Workers in these sectors frequently face the classic red flags of forced labor: restricted movement, withheld wages, lack of grievance mechanisms, and threats of retaliation. Because services are often delivered on-site, labor abuses can occur within a company’s operational footprint, without appearing on a supply chain map.

Using Data Analytics to Identify High-Risk Service Providers

Unlike goods procurement, service-sector risks do not often appear in traditional material-based screening. However, spend analytics (when combined with targeted supplier categorization) can be a powerful tool.

Flag High-Risk Spend Categories

Consider partnering with Finance, Procurement, and IT to identify General Ledger Account (GLA) codes or spend categories linked to outsourced services. Focus on terms like:

  • "Facilities Cleaning"
  • "Catering / Food Service"
  • "Temporary Labor"
  • "Security Services"
  • "Logistics – Trucking / Maritime"
  • "Freight Forwarding / Customs Brokerage"

Overlay with Anti-Bribery Due Diligence

Many of these same vendors (e.g., construction contractors, freight forwarders) may already be flagged in your anti-corruption program as government-facing or third-party agents. Use this existing intelligence to create a composite view of vendor risk, making sure that your screening & due diligence tools are appropriately configured to capture modern slavery risk.

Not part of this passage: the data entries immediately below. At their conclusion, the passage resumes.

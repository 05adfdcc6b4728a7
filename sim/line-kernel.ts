// The line cells' leapfrog update, built once as flat arrays and per-segment coefficients.
// Telegrapher equations per cell, with R and G averaged over the step (semi-implicit, stable):
//   (L/Δt + R/2)·I(n+½) = (L/Δt − R/2)·I(n−½) + V_k(n) − V_k+1(n)
//   (C/Δt + G/2)·V(n+1) = (C/Δt − G/2)·V(n)   + I_in(n+½) − I_out(n+½)
// (C. R. Paul, Analysis of Multiconductor Transmission Lines, FDTD chapter.)
// Cells of one segment are identical, so each segment's coefficients are four scalars; the nodes
// where two segments meet, or where a segment ends open, are updated in a short pass of their own.
// A segment with frequency-dependent loss also carries one state per R‖L section in every cell and
// one per R–C dielectric branch on every interior node (see lossy-segment.ts).
import type { DcState } from './dc.js';
import type { Ladder } from './ladder.js';
import { advanceLossySegment, buildLossySegments, type LossySegments } from './lossy-segment.js';

export interface LineKernel {
  /** Node voltages; index `nodes` is a zero pad so the last node needs no special case. */
  v: Float64Array;
  /** Branch currents, shifted by one: i[j+1] is branch j (node j → j+1); i[0] and i[nodes] stay 0. */
  i: Float64Array;
  /** Per segment: first and last node, current coefficients (a, b) and interior-node coefficients (c, d). */
  segStart: Int32Array;
  segEnd: Int32Array;
  segA: Float64Array;
  segB: Float64Array;
  segC: Float64Array;
  segD: Float64Array;
  /** Segment end nodes that no lumped part touches: junctions of two segments and open ends. */
  joinNode: Int32Array;
  joinC: Float64Array;
  joinD: Float64Array;
  /** Segments with auxiliary loss states; they are not in the plain segment arrays above. */
  lossy: LossySegments;
}

function nodeCoefficients(c: number, g: number, dt: number): [number, number] {
  const den = c / dt + g / 2;
  return [(c / dt - g / 2) / den, 1 / den];
}

export function buildLineKernel(ladder: Ladder, dt: number, dc: DcState, isLumpedNode: Uint8Array): LineKernel {
  const m = ladder.nodes;
  const lines = [...ladder.items.values()].filter((s) => s.kind === 'line' && s.end > s.start);
  const hasAux = (s: (typeof lines)[number]) => (s.line?.series?.length ?? 0) + (s.line?.shunt?.length ?? 0) > 0;
  const spans = lines.filter((s) => !hasAux(s));
  const k: LineKernel = {
    v: new Float64Array(m + 1),
    i: new Float64Array(m + 1),
    segStart: Int32Array.from(spans, (s) => s.start),
    segEnd: Int32Array.from(spans, (s) => s.end),
    segA: new Float64Array(spans.length),
    segB: new Float64Array(spans.length),
    segC: new Float64Array(spans.length),
    segD: new Float64Array(spans.length),
    joinNode: new Int32Array(0),
    joinC: new Float64Array(0),
    joinD: new Float64Array(0),
    lossy: buildLossySegments(lines.filter(hasAux), dt, dc),
  };
  const joins = new Set<number>();
  spans.forEach((s, n) => {
    const j = s.start; // every cell of the segment has the first cell's values
    const den = ladder.cellL[j] / dt + ladder.cellR[j] / 2;
    k.segA[n] = (ladder.cellL[j] / dt - ladder.cellR[j] / 2) / den;
    k.segB[n] = 1 / den;
    // interior nodes carry a whole cell's C and G: twice the half cell at the segment's first node side
    const cellC = ladder.nodeC[s.start + 1] * (s.end - s.start > 1 ? 1 : 0);
    const cellG = ladder.nodeG[s.start + 1] * (s.end - s.start > 1 ? 1 : 0);
    [k.segC[n], k.segD[n]] = cellC > 0 ? nodeCoefficients(cellC, cellG, dt) : [1, 0];
  });
  for (const s of lines) for (const end of [s.start, s.end]) if (!isLumpedNode[end]) joins.add(end);
  const joinList = [...joins].sort((a, b) => a - b);
  k.joinNode = Int32Array.from(joinList);
  k.joinC = new Float64Array(joinList.length);
  k.joinD = new Float64Array(joinList.length);
  joinList.forEach((node, n) => ([k.joinC[n], k.joinD[n]] = nodeCoefficients(ladder.nodeC[node], ladder.nodeG[node], dt)));
  k.v.set(dc.v);
  for (let j = 0; j < m - 1; j++) if (ladder.isCell[j]) k.i[j + 1] = dc.branch[j];
  return k;
}

/**
 * One leapfrog step of a segment's cells, both half steps fused in one pass: the current right of node n
 * is advanced from the old voltages at n and n+1, then interior node n from the new currents on both sides.
 */
function advanceSegment(v: Float64Array, i: Float64Array, start: number, end: number, a: number, b: number, c: number, d: number): void {
  let vn = v[start + 1]; // old voltages are carried in registers: each is read once
  let left = a * i[start + 1] + b * (v[start] - vn);
  i[start + 1] = left;
  for (let n = start + 1; n < end; n++) {
    const vNext = v[n + 1];
    const right = a * i[n + 1] + b * (vn - vNext);
    i[n + 1] = right;
    v[n] = c * vn + d * (left - right);
    left = right;
    vn = vNext;
  }
}

/** The voltage half step at segment ends that are not lumped nodes, from the new currents either side. */
function advanceJoins(k: LineKernel): void {
  const { v, i, joinNode, joinC, joinD } = k;
  for (let n = 0; n < joinNode.length; n++) {
    const node = joinNode[n];
    v[node] = joinC[n] * v[node] + joinD[n] * (i[node] - i[node + 1]);
  }
}

export function advanceLineCells(k: LineKernel): void {
  for (let s = 0; s < k.segStart.length; s++) {
    advanceSegment(k.v, k.i, k.segStart[s], k.segEnd[s], k.segA[s], k.segB[s], k.segC[s], k.segD[s]);
  }
  for (let s = 0; s < k.lossy.count; s++) advanceLossySegment(k.lossy, s, k.v, k.i);
  advanceJoins(k);
}
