// Pseudo-random binary sequences from a Fibonacci linear-feedback shift register.
//
// Polynomials as in ITU-T O.150 and common test-equipment practice:
//   PRBS7  x^7 + x^6 + 1,  PRBS9  x^9 + x^5 + 1,  PRBS15  x^15 + x^14 + 1.
// The register is seeded all-ones and the bit shifted out is emitted, so a period starts with n ones
// (the seed) and then follows the recurrence b[k+n] = b[k] ⊕ b[k+n−tap] for x^n + x^tap + 1,
// e.g. b[k+7] = b[k] ⊕ b[k+1] for PRBS7. The sequence is not inverted (O.150 transmits some patterns inverted; a
// line simulation does not care, and low/high can be swapped in the scenario).

export type PrbsOrder = 7 | 9 | 15;

/** Tap (besides n) of each polynomial x^n + x^tap + 1. */
export const PRBS_TAPS: Readonly<Record<PrbsOrder, number>> = { 7: 6, 9: 5, 15: 14 };

/**
 * `length` bits (default one full period, 2^order − 1) of the PRBS of the given order, as 0/1 values.
 * Longer lengths repeat the period.
 */
export function prbs(order: PrbsOrder, length: number = 2 ** order - 1): Uint8Array {
  const tap = PRBS_TAPS[order];
  if (tap === undefined) throw new RangeError(`prbs: order must be 7, 9 or 15, not ${order}`);
  if (!Number.isInteger(length) || length < 0) throw new RangeError(`prbs: length must be a whole number ≥ 0, not ${length}`);
  const mask = (1 << order) - 1;
  const hi = order - 1;
  const lo = tap - 1;
  let state = mask; // all ones
  const out = new Uint8Array(length);
  for (let i = 0; i < length; i++) {
    out[i] = (state >> hi) & 1;
    const fb = ((state >> hi) ^ (state >> lo)) & 1;
    state = ((state << 1) | fb) & mask;
  }
  return out;
}
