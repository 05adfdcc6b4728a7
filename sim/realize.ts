// Frequency-dependent lines in the time domain: a line described by its exact Z'(jω), Y'(jω)
// (skin effect, Djordjevic–Sarkar dielectric) is replaced, before discretizing, by a realisation
// with a few R‖L sections in series and R–C branches in shunt, fitted over the band the run needs.
import type { LineRLGC, Net } from './model.js';
import { mapRouteLines } from './route-tree.js';
import { timeDomainRealisation, type TimeDomainRealisation } from './lines/freq-model.js';
import { activityEnd, fastestEdge } from './signals.js';

export interface Band {
  fmin: number;
  fmax: number;
}

/**
 * The band a run needs: up to ten times the edge's knee frequency 0.35/t_r (the usual bandwidth of a
 * 10–90 % edge, Johnson & Graham, High-Speed Digital Design, ch. 1) and down to half the inverse
 * run length (slower changes do not fit in the run).
 */
export function runBand(net: Net, duration: number): Band {
  const edge = fastestEdge(net.driver.signal);
  const fmax = Number.isFinite(edge) ? 3.5 / edge : 10 / duration;
  const span = Math.max(duration, activityEnd(net.driver.signal));
  return { fmin: Math.min(0.5 / span, fmax / 1e3), fmax };
}

/**
 * Terms per fit: two per decade of band, 4 to 8. Four terms leave about 10 % ripple in the loss over
 * four decades and eight about 1 % (measured on an FR-4 microstrip, see test/sim/realize.test.ts).
 */
export function termsForBand(band: Band): number {
  return Math.min(8, Math.max(4, Math.round(2 * Math.log10(band.fmax / band.fmin))));
}

export function realizeLine(line: LineRLGC, band: Band, terms?: { skinTerms: number; debyeTerms: number }): { line: LineRLGC; fit: TimeDomainRealisation } {
  const n = termsForBand(band);
  terms ??= { skinTerms: n, debyeTerms: n };
  const fit = timeDomainRealisation(line.wideband!, band.fmin, band.fmax, terms);
  return {
    fit,
    line: {
      r: fit.series.r0,
      l: fit.series.l,
      g: fit.shunt.g0,
      c: fit.shunt.c,
      series: fit.series.sections.map((s) => ({ value: s.r, tau: s.tau })),
      shunt: fit.shunt.branches.map((b) => ({ value: b.c, tau: b.tau })),
      wideband: line.wideband,
    },
  };
}

/** The net with every wideband line realised for `band` (lines that already have their terms are kept). */
export function realizeNet(net: Net, band: Band): { net: Net; fits: Map<string, TimeDomainRealisation> } {
  const fits = new Map<string, TimeDomainRealisation>();
  const route = mapRouteLines(net.route, (line, item) => {
    if (!line.wideband || line.series || line.shunt) return line;
    const r = realizeLine(line, band);
    fits.set(item.name, r.fit);
    return r.line;
  });
  return { net: { ...net, route }, fits };
}
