// A resistive network at DC, solved by nodal analysis: conductances between nodes and to fixed
// voltages, zero-resistance branches (shorts between nodes, ideal sources from a node to a fixed
// voltage). Shorts merge their nodes (union–find) and ideal sources fix the merged node's voltage,
// so the matrix that is left is the conductance (Laplacian) matrix of the remaining groups:
// symmetric and positive definite on every group with a path to a fixed voltage. It is solved by
// sparse Gaussian elimination in minimum-degree order (Tinney & Walker, "Direct solutions of sparse
// network equations by optimally ordered triangular factorization", Proc. IEEE 55(11), 1967), which
// on a tree eliminates leaves first and creates no fill. A group with no DC path to any fixed
// voltage has no defined voltage; it is put at 0 V (any value is an equilibrium: only capacitors
// see it). Currents in the zero-resistance branches follow from Kirchhoff's current law on a
// spanning tree of each merged group (a loop of shorts carries no circulating current).
import { NetError } from './errors.js';

interface Edge {
  a: number;
  b: number;
}

export class DcNetwork {
  private readonly parent: Int32Array;
  private readonly conductances: { a: number; b: number; g: number }[] = [];
  private readonly rails: { a: number; g: number; e: number }[] = [];
  private readonly shorts: Edge[] = [];
  /** True for the shorts that joined two groups (the spanning forest). */
  private treeShort: boolean[] = [];
  private readonly ideals: { a: number; e: number; where: string }[] = [];
  private group = new Int32Array(0);

  constructor(readonly size: number) {
    this.parent = Int32Array.from({ length: size }, (_, k) => k);
  }

  conductance(a: number, b: number, g: number): void {
    if (g > 0 && a !== b) this.conductances.push({ a, b, g });
  }

  /** A conductance from node `a` to a fixed voltage `e`. */
  toRail(a: number, g: number, e: number): void {
    if (g > 0) this.rails.push({ a, g, e });
  }

  /** A zero-resistance branch from `a` to `b`; returns its index for shortCurrent(). */
  short(a: number, b: number): number {
    return this.shorts.push({ a, b }) - 1;
  }

  /** A zero-resistance branch from node `a` to a fixed voltage `e` (an ideal source); returns its index. */
  ideal(a: number, e: number, where: string): number {
    return this.ideals.push({ a, e, where }) - 1;
  }

  private find(k: number): number {
    const p = this.parent;
    while (p[k] !== k) {
      p[k] = p[p[k]];
      k = p[k];
    }
    return k;
  }

  /** Node voltages. Throws NetError when two different fixed voltages are tied by zero-resistance paths. */
  solve(): Float64Array {
    this.treeShort = this.shorts.map(({ a, b }) => {
      const ra = this.find(a);
      const rb = this.find(b);
      if (ra === rb) return false;
      this.parent[ra] = rb;
      return true;
    });
    this.group = Int32Array.from({ length: this.size }, (_, k) => this.find(k));
    const fixed = this.fixedGroups();
    const unknown = new Int32Array(this.size).fill(-1); // group root → unknown index
    let n = 0;
    for (let k = 0; k < this.size; k++) if (this.group[k] === k && !fixed.has(k)) unknown[k] = n++;
    const system = new SparseSystem(n);
    for (const { a, b, g } of this.conductances) this.stampBetween(system, unknown, fixed, this.group[a], this.group[b], g);
    for (const { a, g, e } of this.rails) {
      const u = unknown[this.group[a]];
      if (u >= 0) system.addToFixed(u, g, e);
    }
    const x = system.solve();
    const v = new Float64Array(this.size);
    for (let k = 0; k < this.size; k++) {
      const r = this.group[k];
      v[k] = fixed.has(r) ? fixed.get(r)! : x[unknown[r]];
    }
    return v;
  }

  private stampBetween(s: SparseSystem, unknown: Int32Array, fixed: Map<number, number>, ga: number, gb: number, g: number): void {
    if (ga === gb) return;
    const ua = unknown[ga];
    const ub = unknown[gb];
    if (ua >= 0 && ub >= 0) {
      s.add(ua, ua, g, 0);
      s.add(ub, ub, g, 0);
      s.add(ua, ub, -g, 0);
    } else if (ua >= 0) s.addToFixed(ua, g, fixed.get(gb)!);
    else if (ub >= 0) s.addToFixed(ub, g, fixed.get(ga)!);
  }

  /** Voltage of every group an ideal source fixes; two different voltages in one group are an error. */
  private fixedGroups(): Map<number, number> {
    const fixed = new Map<number, { e: number; where: string }>();
    for (const { a, e, where } of this.ideals) {
      const g = this.group[a];
      const prev = fixed.get(g);
      if (prev && Math.abs(prev.e - e) > 1e-12 * (1 + Math.abs(prev.e) + Math.abs(e))) {
        throw new NetError([{ path: where, message: `two ideal sources or rails (${prev.e} V and ${e} V) are tied together by zero-ohm paths (with ${prev.where})` }]);
      }
      if (!prev) fixed.set(g, { e, where });
    }
    return new Map([...fixed].map(([g, f]) => [g, f.e]));
  }

  /**
   * Currents in the zero-resistance branches (shorts a → b, ideal sources from their node to the fixed
   * voltage), given `leaving[k]`: the current node k sends out through everything else. The ideal
   * sources of a group share its imbalance equally; the shorts carry what Kirchhoff's current law
   * then leaves on a spanning tree. Call after solve().
   */
  zeroResistanceCurrents(leaving: Float64Array): { shorts: Float64Array; ideals: Float64Array } {
    const out = Float64Array.from(leaving);
    const ideals = new Float64Array(this.ideals.length);
    const total = new Map<number, number>();
    const count = new Map<number, number>();
    for (let k = 0; k < this.size; k++) total.set(this.group[k], (total.get(this.group[k]) ?? 0) + out[k]);
    for (const { a } of this.ideals) count.set(this.group[a], (count.get(this.group[a]) ?? 0) + 1);
    this.ideals.forEach(({ a }, m) => {
      const g = this.group[a];
      ideals[m] = -total.get(g)! / count.get(g)!;
      out[a] += ideals[m];
    });
    return { shorts: this.treeCurrents(out), ideals };
  }

  /** Currents on the spanning-forest shorts from the nodes' net outflows (each group's sum is zero). */
  private treeCurrents(out: Float64Array): Float64Array {
    const currents = new Float64Array(this.shorts.length);
    const adj: { edge: number; other: number }[][] = Array.from({ length: this.size }, () => []);
    this.shorts.forEach(({ a, b }, e) => {
      if (!this.treeShort[e]) return;
      adj[a].push({ edge: e, other: b });
      adj[b].push({ edge: e, other: a });
    });
    const seen = new Uint8Array(this.size);
    const order: number[] = [];
    const via = new Int32Array(this.size).fill(-1);
    for (let root = 0; root < this.size; root++) {
      if (seen[root] || adj[root].length === 0) continue;
      seen[root] = 1;
      const stack = [root];
      while (stack.length) {
        const u = stack.pop()!;
        order.push(u);
        for (const { edge, other } of adj[u]) {
          if (seen[other]) continue;
          seen[other] = 1;
          via[other] = edge;
          stack.push(other);
        }
      }
    }
    // Leaves first: the edge into a node from its parent carries its whole subtree's outflow.
    for (let k = order.length - 1; k >= 0; k--) {
      const u = order[k];
      const e = via[u];
      if (e < 0) continue;
      const { a, b } = this.shorts[e];
      const parent = a === u ? b : a;
      currents[e] = b === u ? out[u] : -out[u];
      out[parent] += out[u];
    }
    return currents;
  }
}

/**
 * A sparse symmetric system A·x = r, solved by elimination in minimum-degree order. Rows without a
 * diagonal term (a group with no path to a fixed voltage) and everything coupled to them are left
 * at 0.
 */
class SparseSystem {
  private readonly rows: Map<number, number>[];
  private readonly diag: Float64Array;
  private readonly rhs: Float64Array;
  /** Rows with a conductance to a fixed voltage. */
  private readonly grounded: Uint8Array;

  constructor(readonly n: number) {
    this.rows = Array.from({ length: n }, () => new Map());
    this.diag = new Float64Array(n);
    this.rhs = new Float64Array(n);
    this.grounded = new Uint8Array(n);
  }

  /** Adds `value` at (i, j) and (j, i) (once on the diagonal), and `r` to the right-hand side of row i. */
  add(i: number, j: number, value: number, r: number): void {
    this.rhs[i] += r;
    if (i === j) {
      this.diag[i] += value;
      return;
    }
    this.rows[i].set(j, (this.rows[i].get(j) ?? 0) + value);
    this.rows[j].set(i, (this.rows[j].get(i) ?? 0) + value);
  }

  /** A conductance `g` from row i's node to the fixed voltage `e`. */
  addToFixed(i: number, g: number, e: number): void {
    this.diag[i] += g;
    this.rhs[i] += g * e;
    this.grounded[i] = 1;
  }

  solve(): Float64Array {
    const x = new Float64Array(this.n);
    const anchored = this.anchoredRows();
    const steps: { k: number; pivot: number; r: number; row: [number, number][] }[] = [];
    const heap = new MinHeap();
    for (let k = 0; k < this.n; k++) if (anchored[k]) heap.push(this.rows[k].size, k);
    const done = new Uint8Array(this.n);
    while (heap.size > 0) {
      const [deg, k] = heap.pop();
      if (done[k] || deg !== this.rows[k].size) continue;
      done[k] = 1;
      const pivot = this.diag[k];
      const row = [...this.rows[k]];
      const r = this.rhs[k];
      for (const [i, aik] of row) {
        const f = aik / pivot;
        const ri = this.rows[i];
        ri.delete(k);
        this.diag[i] -= f * aik;
        this.rhs[i] -= f * r;
        for (const [j, akj] of row) if (j !== i) ri.set(j, (ri.get(j) ?? 0) - f * akj);
      }
      for (const [i] of row) heap.push(this.rows[i].size, i);
      steps.push({ k, pivot, r, row });
    }
    for (let s = steps.length - 1; s >= 0; s--) {
      const { k, pivot, r, row } = steps[s];
      let acc = r;
      for (const [j, a] of row) acc -= a * x[j];
      x[k] = acc / pivot;
    }
    return x;
  }

  /** Rows connected (through off-diagonal terms) to a row with a path to a fixed voltage. */
  private anchoredRows(): Uint8Array {
    const seen = new Uint8Array(this.n);
    const stack: number[] = [];
    for (let k = 0; k < this.n; k++) {
      if (this.grounded[k]) {
        seen[k] = 1;
        stack.push(k);
      }
    }
    while (stack.length) {
      const k = stack.pop()!;
      for (const j of this.rows[k].keys()) {
        if (!seen[j]) {
          seen[j] = 1;
          stack.push(j);
        }
      }
    }
    return seen;
  }
}

/** A binary heap of (key, value) pairs ordered by key, then value. */
class MinHeap {
  private keys: number[] = [];
  private values: number[] = [];

  get size(): number {
    return this.keys.length;
  }

  push(key: number, value: number): void {
    this.keys.push(key);
    this.values.push(value);
    let i = this.keys.length - 1;
    while (i > 0) {
      const p = (i - 1) >> 1;
      if (!this.less(i, p)) break;
      this.swap(i, p);
      i = p;
    }
  }

  pop(): [number, number] {
    const top: [number, number] = [this.keys[0], this.values[0]];
    const lastKey = this.keys.pop()!;
    const lastValue = this.values.pop()!;
    if (this.keys.length > 0) {
      this.keys[0] = lastKey;
      this.values[0] = lastValue;
      let i = 0;
      for (;;) {
        const l = 2 * i + 1;
        const r = l + 1;
        let m = i;
        if (l < this.keys.length && this.less(l, m)) m = l;
        if (r < this.keys.length && this.less(r, m)) m = r;
        if (m === i) break;
        this.swap(i, m);
        i = m;
      }
    }
    return top;
  }

  private less(i: number, j: number): boolean {
    return this.keys[i] < this.keys[j] || (this.keys[i] === this.keys[j] && this.values[i] < this.values[j]);
  }

  private swap(i: number, j: number): void {
    [this.keys[i], this.keys[j]] = [this.keys[j], this.keys[i]];
    [this.values[i], this.values[j]] = [this.values[j], this.values[i]];
  }
}
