// Probe positions on the ladder: each probe reads the voltage between two adjacent nodes with a
// linear weight, so a probe part-way along a line interpolates between the nodes around it.
import { NetError, type NetProblem } from './errors.js';
import type { Ladder } from './ladder.js';
import type { ProbeSpec } from './model.js';

export interface ProbeTaps {
  node: Int32Array;
  weight: Float64Array;
}

export function resolveProbes(probes: ProbeSpec[], ladder: Ladder): ProbeTaps {
  const node = new Int32Array(probes.length);
  const weight = new Float64Array(probes.length);
  const problems: NetProblem[] = [];
  const last = ladder.nodes - 1;
  probes.forEach((p, n) => {
    const path = `probes[${n}]`;
    if (p.at === 'driver') node[n] = 0;
    else if (p.at === 'receiver') node[n] = last;
    else {
      const span = ladder.items.get(p.item);
      if (!span) {
        problems.push({ path, message: `no route item named '${p.item}'` });
        return;
      }
      if (p.at === 'line') {
        const cells = span.end - span.start;
        const x = span.cellLength > 0 ? p.position / span.cellLength : 0;
        if (x < 0 || x > cells * (1 + 1e-12)) {
          problems.push({ path, message: `position ${p.position} m lies outside '${p.item}'` });
          return;
        }
        const k = Math.min(Math.floor(x), Math.max(cells - 1, 0));
        node[n] = span.start + k;
        weight[n] = cells > 0 ? Math.min(x - k, 1) : 0;
      } else if (p.at === 'series') node[n] = p.side === 'in' ? span.start : span.end;
      else node[n] = span.start;
    }
  });
  if (problems.length) throw new NetError(problems);
  return { node, weight };
}

/** Writes probe values into column `sample` of `out` (shape [probes, samples], row-major). */
export function recordProbes(taps: ProbeTaps, v: Float64Array, out: Float64Array, samples: number, sample: number): void {
  const { node, weight } = taps;
  for (let p = 0; p < node.length; p++) {
    const k = node[p];
    const w = weight[p];
    out[p * samples + sample] = v[k] + w * (v[k + 1] - v[k]);
  }
}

Monitor Subcontracting and Labor Brokers

If a known service provider operates via labor agencies or subcontractors, these intermediaries should also be identified and reviewed. ERP vendor hierarchies, purchase order terms, or supplier onboarding records may reveal useful relationships.

As with raw materials, no single data source is definitive; but triangulating financial data, geography, and service category creates a practical path for surfacing hidden risk. The goal is to move beyond anecdotal assessments and apply structure: which services, where, through whom, and at what level of spend?

Integrity Bridge helps clients develop screening strategies for high-risk service categories and align their approach with industry frameworks. We support the integration of forced labor risk indicators into screening, diligence and third-party onboarding platforms.

H. Recommended Next Steps

Modern slavery risk management is evolving fast. Enforcement is rising. Expectations are shifting. Data is plentiful but fragmented. Companies are being asked to do more, and to do it smarter.

This article has outlined how data analytics can help compliance teams cut through the complexity. Whether you are screening Tier-1 suppliers; mapping raw materials; reviewing country-of-origin fields; or tracing extended supply chains, the goal is the same: identify where modern slavery risk is most likely to be present and focus your due diligence efforts there.

But the use of data is not an end in itself. It is a tool, one that allows companies to manage modernslavery risk in a scalable, defensible way. The real value comes when analytics drive action.

As a practical next step, start simple and improve over time:

  • Review the materials, services, countries, and suppliers flagged as high risk under existing laws and databases.
  • Assess whether your current systems and data fields (ERP, procurement, logistics) can support structured screening at the supplier, material, and geography level.
  • Identify where third-party datasets, virtual mapping or screening platforms could close visibility gaps, especially for bills of materials and sub-tier suppliers.
  • Bring together procurement, compliance, and sustainability teams to agree ownership of the process, and to align analytics with broader ESG or sourcing goals.

No company can eliminate all risk. But with clean data, clear priorities, and a well-structured analytics workflow, you can significantly reduce blind spots and build a stronger foundation for ethical sourcing.